A new keyboard  :wink: 

Andrew


----------



## Colin C (20 Jun 2006)

Sorry Paul, I still dont see what you mean :-k


----------



## tim (20 Jun 2006)

Dave R":2i8l18pp said:


> What do you get at 10,000 posts?



A 'free' life, since you've clearly wasted this one! :lol: 

Cheers

Tim


----------



## JPEC (20 Jun 2006)

Well thanks everyone, thats cleared that up.
I too thought there were a lot of furniture makers on here, was feeling a bit inadequate as a humble carpenter/ joiner.
Surely Scrit must be the chairman of the grand order of norm :norm:


----------



## prawnking (20 Jun 2006)

Dave R":1a0n137v said:


> What do you get at 10,000 posts? :lol:



very sore fingers :roll: 

cheers

shaun


----------



## Colin C (20 Jun 2006)

Dave R":8m5e7s2o said:


> What do you get at 10,000 posts? :lol:


Square eyes and a saw bum :roll:


----------



## JPEC (21 Jun 2006)

Ok, more idle curiosity.

Who has the most posts and how many???
Send your answers on a postcard to.... 

Julian

Wow, i really must get out more!


----------



## dedee (21 Jun 2006)

select Memberlist from the links above and sort on Total Posts and order Descending.

Andy


----------



## George_N (21 Jun 2006)

I thought you guys were serious woodworkers, now I find that all you are on here for is to increase your post count...Now see what you've made me do...I've had to increase mine by complaining about you all doing it.
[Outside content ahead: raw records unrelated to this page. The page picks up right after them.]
def copy_excess(
    h: np.ndarray, heldout: np.ndarray, rng: np.random.Generator, t: TwinsThresholds = THRESHOLDS
) -> dict[str, Any]:
    """The held-out exact-copy rate beyond the natural one, from random parts of the
    training rows in the proportion of the split, queried against the same partners."""
    t_idx, h_idx = np.flatnonzero(~heldout), np.flatnonzero(heldout)
    n_t, n_h = t_idx.size, h_idx.size
    a = int(min(max(round(n_t * n_h / (n_t + n_h)), 1), n_t - 1))
    observed, natural = [], []
    for _ in range(t.baseline_draws):
        perm = rng.permutation(t_idx)
        part, partners = perm[:a], perm[a:]
        natural.append(float(member(h[part], h[partners]).mean()))
        observed.append(float(member(h[h_idx], h[partners]).mean()))
    scale = (n_t - a) / n_t  # planted copies found with this chance
    po, pb = float(np.mean(observed)), float(np.mean(natural))
    excess = (po - pb) / scale
    # the spread of the draws' differences, as the variance of their mean
    spread = (
        float(np.var(np.subtract(observed, natural), ddof=1)) / len(natural)
        if len(natural) > 1
        else 0.0
    )
    # the spread of a held-out rate under the null (no copies beyond natural): a random
    # part's rate varies binomially around the natural rate, or as the draws show when
    # copies come in clusters (one content's rows all have a copy or none do)
    var_part = float(np.var(natural, ddof=1)) if len(natural) > 1 else 0.0
    se = float(np.sqrt(max(pb * (1 - pb) / n_h, var_part) + spread)) / scale
    return {
        "excess": excess,
        "se": se,
        "lower": excess - t.ci_z * se,
        "ci95": [excess - 1.96 * se, excess + 1.96 * se],
        "natural_share": pb / scale,
        "observed_share_vs_part": po,
        "natural_share_vs_part": pb,
        "part_rows": a,
        "partner_rows": int(n_t - a),
        "draws": t.baseline_draws,
    }


@register
class Twins(Probe):
    """Exact and near copies of training rows among held-out rows beyond natural copies,
    and entities on both sides of the split. Thresholds: :class:`TwinsThresholds`."""

    name = "twins"
    scope = "table"
    kinds = ("duplicate_rows_across_split", "shared_entities_across_split")
    thresholds = THRESHOLDS
    capabilities = Capabilities(pairs=frozenset({"partition", "between_heldout", "fold"}))

    @classmethod
    def describe(cls, settings: Settings) -> str:
        t = cls.thresholds
        return (
            "Exact copies are found by hashing the feature columns, near copies by banded "
            "hashing of robustly scaled numbers checked by a distance calibrated on the "
            "training rows' own nearest neighbours. The natural copy rate comes from "
            f"{t.baseline_draws} seeded (seed {settings.seed}) random splits of the training "
            "rows in the proportion of the real split; the held-out share with a twin beyond "
            f"it (exact excess counted when its {t.ci_z:g}-SE lower bound is above zero, plus "
            "near copies) is the excess; copies that no natural tie explains (fewer than "
            f"{t.unexplained_partners:g} natural partners expected under independent columns, "
            "no distinct row one column apart) count as excess in full from "
            f"{t.unexplained_share:.0%} of held-out rows when they share the target with "
            f"their training copy {t.unexplained_agreement:.0%} of the time, since copying "
            "before the split inflates the training rows' own rate too. The excess "
            f"is {t.copies.describe()}; fewer than {t.min_twins} twin rows give "
            f"low at most, and twins agreeing on the target within {t.chance_margin:g} of "
            "chance lower it one step. Without a split, copies within the table are judged "
            "on their share, two steps lower when independent columns explain "
            f"{t.natural_ratio:.0%} of them. "
            "Held-out rows whose entity also has training rows: "
            f"{t.entities.describe()} of held-out rows; under a simulated random split "
            f"holding out {SIMULATED_HELDOUT_SHARE:.0%} of the rows, at most low."
        )

    def run(self, table: AuditTable, settings: Settings) -> ProbeOutput:
        evidence: list[Evidence] = []
        skipped: list[Skip] = []
        rng = np.random.default_rng(settings.seed)
        simulated = table.heldout is None
        heldout: np.ndarray = (
            table.heldout
            if table.heldout is not None
            else rng.random(table.n_rows) < SIMULATED_HELDOUT_SHARE
        )
        cols = [c for c in table.features if table.frame[c].notna().any()]
        if not cols:
            skipped.append(Skip(self.name, "no feature column has values"))
        elif simulated:
            evidence.append(self._within(table, cols, settings))
        else:
            h = row_hashes(table.frame, cols, settings.n_jobs)  # one hash per row serves both
            evidence.append(self._across(table, cols, heldout, rng, h))
            evidence.extend(self._interpolated(table, cols, heldout, h, settings.n_jobs))
        if table.entity is not None:
            evidence.append(self._entities(table, heldout, simulated))
        return evidence, skipped

    def _within(self, table: AuditTable, cols: list[str], settings: Settings) -> Evidence:
        t = self.thresholds
        h = row_hashes(table.frame, cols, settings.n_jobs)
        dup = pd.Series(h).duplicated(keep=False).to_numpy()
        share = float(dup.mean())
        # copies are sampled together (the sample is keyed by row content), so a sample
        # keeps the whole table's copy share: chance copies are reckoned among its rows too
        partners = (table.population_rows or table.n_rows) - 1
        natural = _natural_share(table, cols, partners, h=h) if share else 0.0
        level = within_level(share, int(dup.sum()), natural, t)
        detail = {
            "rows_with_copy": int(dup.sum()),
            "rows": table.n_rows,
            "expected_share_if_columns_independent": natural,
            "extra_copies": int(pd.Series(h).duplicated().sum()),
            "columns": len(cols),
            "examples": _pairs(table, h, dup, _first_row(h, dup)),
            "simulated_split": True,
        }
        return Evidence(
            self.name,
            "duplicate_rows_across_split",
            "share_rows_with_copy",
            share,
            t.copies.floor(Level.HIGH),
            level,
            summary=(
                f"{share:.1%} of rows have an exact copy in the table: a random "
                "split would put copies on both sides"
            )
            if share
            else "no two rows are exact copies",
            severity=min(1.0, share * 5),
            detail=detail,
        )

    def _across(
        self,
        table: AuditTable,
        cols: list[str],
        heldout: np.ndarray,
        rng: np.random.Generator,
        h: np.ndarray,
    ) -> Evidence:
        t = self.thresholds
        train = ~heldout
        exact = np.zeros(table.n_rows, dtype=bool)
        exact[heldout] = member(h[heldout], h[train])
        near, calib = near_copies(table, cols, heldout, exact, rng)
        partner = calib.pop("partner", None)
        only_near = near & ~exact
        n_held = int(heldout.sum())
        near_rows = float(only_near.sum()) / calib["searched_share"]  # sampled search
        share_exact = float(exact.sum() / n_held)
        share = float((exact.sum() + near_rows) / n_held)
        first_train = _first_row(h, train)
        agree, base = _agreement(table, h, exact, train, first_train, rng)
        near_agree = _near_agreement(table, only_near, partner)
        baseline: dict[str, Any] = (
            copy_excess(h, heldout, rng, t)
            if exact.any()
            else {
                "excess": 0.0,
                "lower": 0.0,
                "natural_share": 0.0,
                "observed_share_vs_part": 0.0,
                "natural_share_vs_part": 0.0,
                "ci95": [0.0, 0.0],
            }
        )
        exact_excess = max(baseline["excess"], 0.0) if baseline["lower"] > 0 else 0.0
        unexplained = _unexplained_copies(table, cols, h, exact, heldout, first_train, t)
        exact_excess = max(exact_excess, unexplained["counted_share"])
        near_natural = _natural_near(table, cols, h, heldout, rng) if near_rows else 0.0
        near_excess = _near_excess(near_rows / n_held, near_natural, n_held, t.near_z)
        excess = exact_excess + near_excess
        twin_rows = (exact_excess + near_excess) * n_held
        agreement = _pooled(agree, exact.sum(), near_agree, only_near.sum())
        if base is None and near_agree is not None:
            base = _chance_agreement(table, heldout)
        level, notes = copy_level(excess, twin_rows, agreement, base, t)
        if unexplained["counted_share"] and unexplained["counted_share"] >= baseline["excess"]:
            notes.append(
                f"{unexplained['share']:.1%} of held-out rows have an exact copy that no "
                "natural tie explains (values no other distinct row holds, no row one column "
                "apart): rows were copied, inside the training rows too, so the training "
                "rows' own copy rate is no baseline"
            )
        if exact.any() and exact_excess == 0.0:
            notes.append(
                f"{share_exact:.1%} of held-out rows have an exact copy, as often as "
                "random parts of the training rows do against the same partner rows "
                f"({baseline['observed_share_vs_part']:.1%} and "
                f"{baseline['natural_share_vs_part']:.1%}): the copies look natural"
            )
        detail = {
            "heldout_rows": n_held,
            "heldout_rows_with_exact_twin": int(exact.sum()),
            "heldout_rows_with_near_twin": int(round(near_rows)),
            "share_exact": share_exact,
            "share_near": near_rows / n_held,
            "excess_share": excess,
            "exact_copy_baseline": baseline,
            "unexplained_copies": unexplained,
            "natural_near_share": near_natural,
            "label_agreement": agree,
            "label_agreement_by_chance": base,
            "near_label_agreement": near_agree,
            "examples": _pairs(table, h, exact, first_train),
            "near_examples": calib.pop("pairs"),
            "calibration": calib,
            "columns": len(cols),
            "notes": notes,
            "thresholds": _json(t),
        }
        if share:
            lo, hi = baseline["ci95"]
            text = (
                f"{share:.1%} of held-out rows have a copy among the training rows "
                f"({share_exact:.1%} exact; against the same partner rows, held-out rows "
                f"have an exact copy {baseline['observed_share_vs_part']:.1%} of the time "
                f"and random parts of the training rows "
                f"{baseline['natural_share_vs_part']:.1%}, 95 % CI of the exact excess "
                f"{lo:.1%} to {hi:.1%}; exact and near copies together exceed the natural "
                f"rate by {excess:.1%} of held-out rows)"
            )
        else:
            text = "no held-out row has an exact or near copy among the training rows"
        if agreement is not None and base is not None and (exact.any() or only_near.any()):
            text += f"; twins share the target {agreement:.0%} of the time (chance {base:.0%})"
        return Evidence(
            self.name,
            "duplicate_rows_across_split",
            "heldout_share_with_twin",
            share,
            t.copies.floor(Level.HIGH),
            level,
            summary=text,
            severity=min(1.0, excess * 5),
            detail=detail,
        )

    def _interpolated(
        self, table: AuditTable, cols: list[str], heldout: np.ndarray, h: np.ndarray, n_jobs: int
    ) -> list[Evidence]:
        """Held-out rows on a segment between two training rows of their class (or the
        reverse): oversampling before the split. Reported only when some are found."""
        t = self.thresholds
        found = interpolated_rows(table, cols, heldout, h, n_jobs)
        if found is None or found["heldout_rows_explained"] == 0:
            return []
        share = found["share"]
        level, notes = copy_level(share, found["heldout_rows_explained"], None, None, t)
        return [
            Evidence(
                self.name,
                "duplicate_rows_across_split",
                "heldout_share_interpolated",
                share,
                t.copies.floor(Level.HIGH),
                level,
                summary=_interpolation_summary(found),
                severity=min(1.0, share * 5),
                detail={**found, "notes": notes},
            )
        ]

    def _entities(self, table: AuditTable, heldout: np.ndarray, simulated: bool) -> Evidence:
        assert table.entity is not None
        t = self.thresholds
        codes, _ = pd.factorize(table.frame[table.entity], use_na_sentinel=True)
        ok = codes >= 0
        in_train = np.zeros(codes.max() + 2, dtype=bool)
        in_train[codes[ok & ~heldout]] = True
        held_ok = heldout & ok
        shared_rows = held_ok & in_train[np.where(ok, codes, -1)]
        held_entities = np.unique(codes[held_ok])
        shared_entities = held_entities[in_train[held_entities]] if held_entities.size else []
        share_rows = float(shared_rows.sum() / max(held_ok.sum(), 1))
        share_ent = float(len(shared_entities) / max(held_entities.size, 1))
        level = entity_level(share_rows, simulated, t)
        examples = [str(v) for v in pd.unique(table.frame[table.entity][shared_rows])[:5]]
        lead = (
            (
                f"under a random {1 - SIMULATED_HELDOUT_SHARE:.0%}/"
                f"{SIMULATED_HELDOUT_SHARE:.0%} split, "
            )
            if simulated
            else ""
        )
        summary = (
            (
                f"{lead}{share_ent:.0%} of held-out {table.entity} values also have training "
                f"rows; they hold {share_rows:.0%} of held-out rows"
            )
            if share_rows
            else f"no {table.entity} has rows on both sides of the split"
        )
        return Evidence(
            self.name,
            "shared_entities_across_split",
            "heldout_row_share_with_shared_entity",
            share_rows,
            t.entities.floor(Level.HIGH),
            level,
            summary=summary,
            severity=min(1.0, share_rows),
            detail={
                "entity": table.entity,
                "heldout_entities": int(held_entities.size),
                "shared_entities": int(len(shared_entities)),
                "share_entities": share_ent,
                "share_heldout_rows": share_rows,
                "rows_missing_entity": int((~ok).sum()),
                "examples": examples,
                "simulated_split": simulated,
            },
        )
Doh!


----------



## Richard in Smithville (21 Jun 2006)

Um,um, no comment?


----------



## sliver (21 Jun 2006)

Dave R":3gla0db4 said:


> What do you get at 10,000 posts? :lol:



Well by then probably a new computer to replace the one you wore out :lol:


----------



## dedee (22 Jun 2006)

sliver":2g5ezhmm said:


> Dave R":2g5ezhmm said:
> 
> 
> > What do you get at 10,000 posts? :lol:
> ...



Nah, computers are replaced at about 7500 posts normally with a slick white flat screen and with an operating system that is fall less likely to crash/get infected. :wink: :wink: 

Andy


----------



## Alf (22 Jun 2006)

dedee":3iry752b said:


> Nah, computers are replaced at about 7500 posts normally with a slick white flat screen and with an operating system that is fall less likely to crash/get infected. :wink: :wink:


  :lol:

In my defence, quite a lot of those posts have been welcomes, mod-related (when I was one) and review-related.

Plus I have no life...  

Cheers, Alf


----------



## matthew (22 Jun 2006)

dedee":kwecn4rq said:


> Nah, computers are replaced at about 7500 posts normally with a slick white flat screen and with an operating system that is fall less likely to crash/get infected. :wink: :wink:



No need to wait that long, the sooner the better for making the switch... especially now we can get free SketchUp too


----------



## Losos (24 Jun 2006)

Oh Alf - 7861


----------



## Alf (25 Jun 2006)

Losos":24t8h9oo said:


> Oh Alf - 7861


What? Not enough...? :lol:


----------



## Scrit (25 Jun 2006)

mailee":378n7n4d said:


> Oh I see! I thought that listed your job title. :lol:


So did I - there's me worku=ing up to "chief cook and bottle washer" (my REAL title) 



Dave R":378n7n4d said:


> What do you get at 10,000 posts? :lol:


RSI?

Scrit


----------



## Anonymous (26 Jun 2006)

George_N":ccdvfy9d said:


> I'm just working on moving up from Woodworker...I don't know how some of you guys manage 2000 or even 3000 posts. How do you ever find time to make anything? Not that I've been making much more than sawdust lately.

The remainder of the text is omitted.